Galle International Stadium is a cricket stadium in Galle, Sri Lanka, bordered on two sides by the Indian Ocean and located close to Galle Fort. It is regarded as one of the most beautiful cricket fields in the entire globe. It was once referred to as “The Esplanade” and is the home field of the Galle Cricket Club before being upgraded to meet international cricket standards. The Sri Lankan national cricket team considers this stadium to be one of their luckiest grounds.
Galle International Stadium History
The stadium was constructed in 1876 as a racetrack. There was no permanent pavilion until 1892 when a “great stand” was erected on the advice of P. A. Templer, the Galle Municipal Council’s secretary at the time. After a while, cricket matches took precedence over racing at the track.
In May 1888, Richmond College, Galle, and All Saints’ College, Galle played their first intercollegiate cricket match at this location, which at the time was known as the “Galle Esplanade.” One of Sri Lanka’s longest cricket match series, the Richmond-Mahinda Annual Cricket Encounter has been played at this location annually since 1905.
The area was formally designated as a cricket stadium in 1927. On February 29, 1984, the venue played host to its inaugural match in the first class. In 1945, the stadium’s turf wicket was installed with the help of Dhanapala Lorensu Hewa, the Galle Cricket Ground’s Secretary at the time. For this, the Colombo Cricket Club’s support was also enlisted.

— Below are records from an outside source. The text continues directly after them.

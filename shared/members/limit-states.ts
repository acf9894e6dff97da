import { AXIAL_STATES } from './axial-states.ts';
import { type Axis, WORD } from './bay-moments.ts';
import { FLEXURE_STATES } from './flexure-states.ts';
import {
  bent,
  type Context,
  check,
  checked,
  find,
  type LimitState,
  na,
  noMoment,
  outside,
  type Told,
  unreached,
} from './limit-state.ts';

function secondOrder(axis: Axis): LimitState {
  return {
    id: `second-order/${axis}`,
    title: `Second-order moment, ${WORD[axis]} axis`,
    clause: ['App. 8.1.2'],
    tell: (c) => {
      if (!bent(c, axis)) return na(noMoment(axis));
      const state = c.run.planes[axis]?.state;
      if (!state) return unreached(c, [axis]);
      if (state === 'failed') return { ...unreached(c, [axis]), state: 'governs' };
      if (state === 'outside scope') return unreached(c, [axis]);
      if (!c.run.compressed) return na('no compression: first-order moments');
      const squash = find(c, 'C2/squash');
      if (squash)
        return {
          state: 'governs',
          because: 'no finite second-order moment exists',
          address: squash.address,
        };
      const at = ['theory', 'App8']
        .flatMap((book) => [`${book}/${axis}/Mr`, `bay1/${book}/${axis}/Mr`])
        .concat(`theory/${axis}/Mmax`, `bay1/theory/${axis}/Mmax`)
        .map((key) => find(c, key))
        .find((found) => found !== null);
      return {
        state: 'does not govern',
        because: interacts(c) ? 'enters the interaction' : 'the interaction is not reached',
        address: at?.address ?? null,
      };
    },
  };
}

const interacts = (c: Context): boolean =>
  c.record.lines.some((l) => l.kind === 'check' && /(^|\/)(H1|H2)\/check$|H1\.3/.test(l.key));

/** A check of H that replaces or is the interaction. */
const interactionBy = (
  id: string,
  title: string,
  clause: string,
  keys: readonly string[],
  absent: string,
): LimitState => ({
  id,
  title,
  clause: [clause],
  bySegment: true,
  tell: (c) => {
    const found = keys.map((key) => check(c, key)).filter((one) => one !== null);
    const [first] = found;
    if (!first) return na(absent);
    const worst = found.reduce((a, b) => (b.line.ratio > a.line.ratio ? b : a), first);
    return checked(c, worst);
  },
});

function interaction(c: Context): Told {
  const found = check(c, 'H1/check');
  if (found) return checked(c, found);
  if (check(c, 'H2/check') || check(c, 'H1.3/in-plane'))
    return { ...na('another provision of Chapter H, which the basis chose, decides') };
  const present = [c.run.compressed || c.run.tension, bent(c, 'x'), bent(c, 'y')].filter(
    Boolean,
  ).length;
  if (present === 0) return na('there are no forces');
  if (present === 1) return na('only one of axial force and moments is present');
  const lacking = ['axial', 'x', 'y'].some((part) => find(c, `H1/${part}/lacking`));
  const done = (['x', 'y'] as const).every((axis) =>
    ['none', 'done'].includes(c.run.planes[axis]?.state ?? 'none'),
  );
  return c.segment !== null && done && !lacking
    ? na('only one of axial force and moments is present within the segment')
    : unreached(c, ['x', 'y']);
}

const shear = (axis: Axis): LimitState => ({
  id: `shear/${axis}`,
  title: `Shear, flexure about the ${WORD[axis]} axis`,
  clause: [axis === 'x' ? 'G2' : 'G6'],
  tell: (c) => {
    const found = check(c, `G/${axis}/check`);
    if (found) return checked(c, found);
    if (!bent(c, axis)) return na(noMoment(axis));
    if (!c.run.planes[axis]) return unreached(c, [axis]);
    return find(c, `G/${axis}`)
      ? na('the moment does not change along the member')
      : outside('the shear force cannot be told from what is given');
  },
});

const outsideAlways = (id: string, title: string, clause: string, because: string): LimitState => ({
  id,
  title,
  clause: [clause],
  never: true,
  tell: () => outside(because),
});

export const LIMIT_STATES: readonly LimitState[] = [
  ...AXIAL_STATES,
  {
    id: 'second-order/story',
    title: 'Sway of the story',
    clause: ['App. 8.1.3'],
    tell: (c) => {
      const found = ['x', 'y']
        .flatMap((axis) => [
          `App8/${axis}/B2/unstable`,
          `App8/${axis}/B2/ratio/above`,
          `App8/${axis}/B2/trial`,
        ])
        .map((key) => find(c, key))
        .find((one) => one !== null);
      if (!found) return na('the ends do not translate');
      if (found.line.kind === 'notice') return { ...outside(found.line.title, found.address) };
      return {
        state: 'does not govern',
        because: 'enters the required strengths',
        address: found.address,
      };
    },
  },
  secondOrder('x'),
  secondOrder('y'),
  ...FLEXURE_STATES,
  {
    id: 'interaction',
    title: 'Flexure and axial force',
    clause: ['H1'],
    bySegment: true,
    tell: interaction,
  },
  interactionBy(
    'interaction/single-axis',
    'Flexure and compression by single-axis provisions',
    'H1.3',
    ['H1.3/in-plane', 'H1.3/out-of-plane'],
    'the basis does not choose it, or its conditions do not hold',
  ),
  interactionBy(
    'interaction/stresses',
    'Interaction of stresses',
    'H2',
    ['H2/check'],
    'the basis does not choose it',
  ),
  shear('x'),
  shear('y'),
  outsideAlways('torsion', 'Torsion', 'H3', 'loads are taken through the shear centre'),
  outsideAlways(
    'concentrated',
    'Concentrated forces on webs and flanges',
    'J10',
    'belongs to the connections',
  ),
  outsideAlways('holes', 'Holes in the tension flange', 'F13.1', 'no holes are given'),
  outsideAlways(
    'bracing',
    'Strength and stiffness of the assumed braces',
    'App. 6',
    'braces are taken as given',
  ),
  outsideAlways('deflection', 'Deflection and drift', 'L2', 'serviceability is not covered'),
];
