import type { Quantity } from '../calc/quantity.ts';
import type { Recorder } from '../calc/recorder.ts';
import { minorFlexureClass } from '../standards/aisc360-22/b4-flexure.ts';
import { availableFlexure } from '../standards/aisc360-22/f1.ts';
import { minorFlexuralStrength } from '../standards/aisc360-22/f6.ts';
import type { Design } from '../standards/aisc360-22/parameters.ts';
import { clause } from '../standards/aisc360-22/writer.ts';
import type { SectionQuantities, SteelQuantities } from './section-quantities.ts';

/**
 * F6, F7 or F8 about the minor axis with its available strength φb Mn or Mn/Ωb; `phib` is φb or Ωb.
 * Answers null after an outside-scope notice.
 */
export function minorStrength(
  r: Recorder,
  design: Design,
  steel: SteelQuantities,
  section: SectionQuantities,
  phib: Quantity,
): Quantity | null {
  if (section.kind !== 'i') return null;
  const { E, Fy } = steel;
  const { Sy, Zy, lambdaf } = section;
  r.section('B4/y', 'Width-to-thickness ratios, minor-axis flexure', clause('B4.1'));
  const flange = minorFlexureClass(r, steel, lambdaf);
  r.section('F6', 'Minor-axis flexural strength', clause('F6'));
  const { Mn } = minorFlexuralStrength(r, { E, Fy, Sy, Zy, lambdaf }, flange);
  return availableFlexure(r, 'y', design, phib, Mn);
}
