import {
  designationsOf,
  type Family,
  findShape,
  type Property,
  type Shape,
} from '../sections/table.ts';

/** Kinds of sections that can be searched, in the order of lists. */
export const SEARCH_FAMILIES = [
  ...(['W', 'M', 'S', 'HP', 'C', 'MC'] as const),
  ...(['rectangular HSS', 'square HSS', 'round HSS', 'pipe'] as const),
] as const;
export type SearchFamily = (typeof SEARCH_FAMILIES)[number];

/** The kind of a shape of the tables. */
export function searchFamilyOf(shape: Shape): SearchFamily {
  if (shape.kind !== 'rect-hss') return shape.family;
  return shape.properties.Ht.value === shape.properties.B.value ? 'square HSS' : 'rectangular HSS';
}

/** Overall depth as published: d, Ht or the outside diameter. */
export function depthOf(shape: Shape): Property {
  switch (shape.kind) {
    case 'i':
    case 'channel':
      return shape.properties.d;
    case 'rect-hss':
      return shape.properties.Ht;
    case 'round':
      return shape.properties.D;
  }
}

/** Overall width as published: bf, B or the outside diameter. */
export function widthOf(shape: Shape): Property {
  switch (shape.kind) {
    case 'i':
    case 'channel':
      return shape.properties.bf;
    case 'rect-hss':
      return shape.properties.B;
    case 'round':
      return shape.properties.D;
  }
}

/** Limits in mm, each inclusive; null: none. */
export interface SizeLimits {
  readonly minDepth: number | null;
  readonly maxDepth: number | null;
  readonly minWidth: number | null;
  readonly maxWidth: number | null;
}

export const NO_LIMITS: SizeLimits = {
  ...{ minDepth: null, maxDepth: null, minWidth: null, maxWidth: null },
};

// A typed 14.7 in and the table's are the same number; only its last bits may differ by the unit.
const SAME = 1e-9;

const within = (value: number, least: number | null, most: number | null): boolean =>
  (least === null || value >= least * (1 - SAME)) && (most === null || value <= most * (1 + SAME));

/**
 * All shapes of a kind that keep to the limits, the lightest first by published weight; of equal
 * weight in the table's order.
 */
export function candidatesOf(family: SearchFamily, limits: SizeLimits): readonly Shape[] {
  const table: Family = family === 'rectangular HSS' || family === 'square HSS' ? 'HSS' : family;
  return designationsOf(table)
    .flatMap((designation) => findShape(designation) ?? [])
    .filter(
      (shape) =>
        searchFamilyOf(shape) === family &&
        within(depthOf(shape).value, limits.minDepth, limits.maxDepth) &&
        within(widthOf(shape).value, limits.minWidth, limits.maxWidth),
    )
    .toSorted((a, b) => a.weight - b.weight);
}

The field was eventually updated to meet international cricket standards and became Sri Lanka’s fifth Test-capable international cricket arena. On June 3, 1998, the first test match was held on the field. Sri Lanka defeated New Zealand by an innings and 16 runs in the match between the two countries.
Galle International Stadium Renovation
The opening ODI between India and Sri Lanka was supposed to take place on June 25, 1998, however, it was postponed because the ground was soggy after overnight rain and heavy morning rain. The wave caused by the Indian Ocean earthquake on December 26, 2004, left the terrain in ruins, with floodwaters reaching a depth of 30 meters.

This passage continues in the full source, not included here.